The Abra Pay solution will allow merchants to accept online payments minus the friction created by other online networks. The solution reduces payment acceptance costs and settlement times.
Abra uses bitcoins to provide instantaneous and secure money transactions. The company will provide an app to enable merchants to accept digital cash and will first be available to users in the U.S. and the Philippines.
Abra’s newly-announced investments from American Express and Ratan Tata, chairman emeritus at Tata Sons, holding company for the Indian Tata conglomerate, add to its previously-announced $14 million Series A round, according to Forbes.com.
Online merchants typically face high costs for many payment schemes, especially in emerging markets. The average merchant discount rate for a credit card in emerging markets is two to three times higher than what the merchant would pay in Europe of the U.S., according to Abra.
Abra allows anyone to send money from one phone to another, said Bill Barhydt, the company’s CEO and founder, according to Forbes.com. He said this is not always possible today.

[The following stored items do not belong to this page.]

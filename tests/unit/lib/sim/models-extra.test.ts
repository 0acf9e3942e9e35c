import { describe, expect, it } from "vitest";
import type { NetlistElement } from "@/lib/sim";
import { T300C, runAc, runOp } from "./helpers";

describe("op-amp second pole: a(s) = a0/((1 + s/ω1)(1 + s/ω2)) (docs/references.md §3.2, a0 = 1e5, ω1 = 1e4, ω2 = 1e6 rad/s)", () => {
  it("open-loop response at 100 Hz … 10 MHz", () => {
    const a0 = 1e5, w1 = 1e4, w2 = 1e6;
    const r = runAc({
      elements: [
        { kind: "vsource", name: "Vp", nodes: ["vcc", "0"], dc: 15 },
        { kind: "vsource", name: "Vin", nodes: ["in", "0"], ac: 1 },
        { kind: "opamp", name: "U1", nodes: ["in", "0", "out", "vcc", "0"], model: { Aol: a0, GBW: (a0 * w1) / (2 * Math.PI), fp2: w2 / (2 * Math.PI) } },
        { kind: "resistor", name: "RL", nodes: ["out", "0"], value: 1e4 },
      ],
      analysis: { kind: "ac", fStart: 100, fStop: 1e7, pointsPerDecade: 3 },
    });
    for (let k = 0; k < r.freq.length; k++) {
      const w = 2 * Math.PI * r.freq[k];
      // 1/((1 + jw/w1)(1 + jw/w2)) = 1/((1 − w²/(w1w2)) + jw(1/w1 + 1/w2))
      const dr = 1 - (w * w) / (w1 * w2), di = w * (1 / w1 + 1 / w2);
      const den = dr * dr + di * di;
      const er = (a0 * dr) / den, ei = (-a0 * di) / den;
      const mag = Math.hypot(er, ei);
      expect(Math.abs(r.nodes.out.re[k] - er)).toBeLessThan(1e-9 * mag);
      expect(Math.abs(r.nodes.out.im[k] - ei)).toBeLessThan(1e-9 * mag);
    }
  });
});

describe("BJT series resistances", () => {
  it("an emitter resistance inside the model equals the external RE of the Sedra/Smith example (docs/references.md §5d)", () => {
    const elements: NetlistElement[] = [
      { kind: "vsource", name: "VCC", nodes: ["vcc", "0"], dc: 15 },
      { kind: "resistor", name: "RB1", nodes: ["vcc", "b"], value: 100e3 },
      { kind: "resistor", name: "RB2", nodes: ["b", "0"], value: 50e3 },
      { kind: "resistor", name: "RC", nodes: ["vcc", "c"], value: 5e3 },
      { kind: "bjt", name: "Q1", nodes: ["c", "b", "0"], model: { Is: 1e-15, betaF: 100, betaR: 1, re: 3e3 } },
    ];
    const r = runOp({ temperature: T300C, elements, analysis: { kind: "op" }, options: { gmin: 0, reltol: 1e-10 } });
    expect(r.nodes.b).toBeCloseTo(4.575871628, 8);
    expect(r.nodes.c).toBeCloseTo(8.638074414, 8);
    expect(r.currents.Q1).toBeCloseTo(1.272385117e-3, 11);
  });
  it("a base resistance drops IB·rb (Ohm's law) and leaves IC = β·IB", () => {
    const r = runOp({
      temperature: T300C,
      elements: [
        { kind: "vsource", name: "VC", nodes: ["c", "0"], dc: 5 },
        { kind: "isource", name: "IB", nodes: ["0", "b"], dc: 20e-6 },
        { kind: "bjt", name: "Q1", nodes: ["c", "b", "0"], model: { Is: 1e-15, betaF: 150, rb: 500 } },
      ],
      analysis: { kind: "op" },
      options: { gmin: 0, reltol: 1e-10 },
    });
    const q = r.devices.Q1;
    if (q.kind !== "bjt") throw new Error("bjt");
    // IB = (Is/βF)(e^{Vb'e/Vt} − 1) ⇒ Vb'e = Vt·ln(1 + IB·βF/Is); terminal VBE = Vb'e + IB·rb
    const vt = (1.380649e-23 * 300) / 1.602176634e-19;
    expect(q.vbe).toBeCloseTo(vt * Math.log1p((20e-6 * 150) / 1e-15) + 20e-6 * 500, 9);
    expect(q.ic / q.ib).toBeCloseTo(150, 6);
  });
});

describe("MOSFET capacitances in AC (fixed Cgs, Cgd)", () => {
  it("drain at AC ground: gate current jω(Cgs + Cgd), drain current gm·vg − jωCgd·vg", () => {
    const model = { Vth: 1, K: 0.05, lambda: 0, Cgs: 200e-12, Cgd: 50e-12 };
    const r = runAc({
      elements: [
        { kind: "vsource", name: "VD", nodes: ["d", "0"], dc: 10 },
        { kind: "vsource", name: "VG", nodes: ["g", "0"], dc: 3, ac: 1 },
        { kind: "mosfet", name: "M1", nodes: ["d", "g", "0"], model },
      ],
      analysis: { kind: "ac", fStart: 1e3, fStop: 1e8, pointsPerDecade: 1 },
      options: { gmin: 0 },
    });
    const gm = 2 * 0.05 * (3 - 1); // saturation: gm = 2K(VGS − Vth)
    for (let k = 0; k < r.freq.length; k++) {
      const w = 2 * Math.PI * r.freq[k];
      // current into the gate = −I(VG); current into the drain = −I(VD)
      expect(-r.currents.VG.re[k]).toBeCloseTo(0, 12);
      expect(-r.currents.VG.im[k] / (w * 250e-12)).toBeCloseTo(1, 9);
      expect(-r.currents.VD.re[k]).toBeCloseTo(gm, 9);
      expect(-r.currents.VD.im[k] / (-w * 50e-12)).toBeCloseTo(1, 9);
      expect(r.currents.M1.re[k]).toBeCloseTo(gm, 9);
    }
  });
});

A user can store money digitally on the phone, send it to another phone anywhere in the world, then exchange the money for cash using the Abra network of tellers or traditional bank notes. The money stores on the phone as fiat currency, not bitcoin.
Should a user wish to send money to someone, all they need is the recipient’s phone number. Abra then makes an index that maps phone numbers on the bitcoin block chain, which updates every 10 minutes. Should the recipient not have Abra, he or she receives a text message to install the app. The block chain records the transfer and both apps update accordingly.
To turn the digital cash to paper cash, a network of Abra tellers can exchange money on the Abra app. Users can withdraw cash from the app via an Abra teller.
Barhydt said U.S. consumers will be more likely to cash out in their app through their bank.
In developing countries where people buy mobile minutes, sellers of air time can become tellers, Barhydt said. They can sell air time, and then make more money by selling the air time to Abra users who want paper cash in exchange for digital money. The tellers set their own fees. Abra charges 0.25% for the transaction.
Any merchant who adds the Abra merchant API to their web or mobile app can accept payments from users who type in their number when they check out. In this scenario, the payment functions the same as cash.
In cases of fraud, the victim would have to work directly with the merchant since there is no fraud protection as there is for credit cards.
The company will demonstrate the system at the Money 2020 conference in Las Vegas this week. Abra expects to introduce the Merchant API service later in the current quarter.
The American Express announcement marks yet another financial institution to invest in bitcoin startups.
Harshul Sanghi, American Express Ventures managing partner, said the block chain is playing an important role in the evolution of global transactions, especially in emerging markets.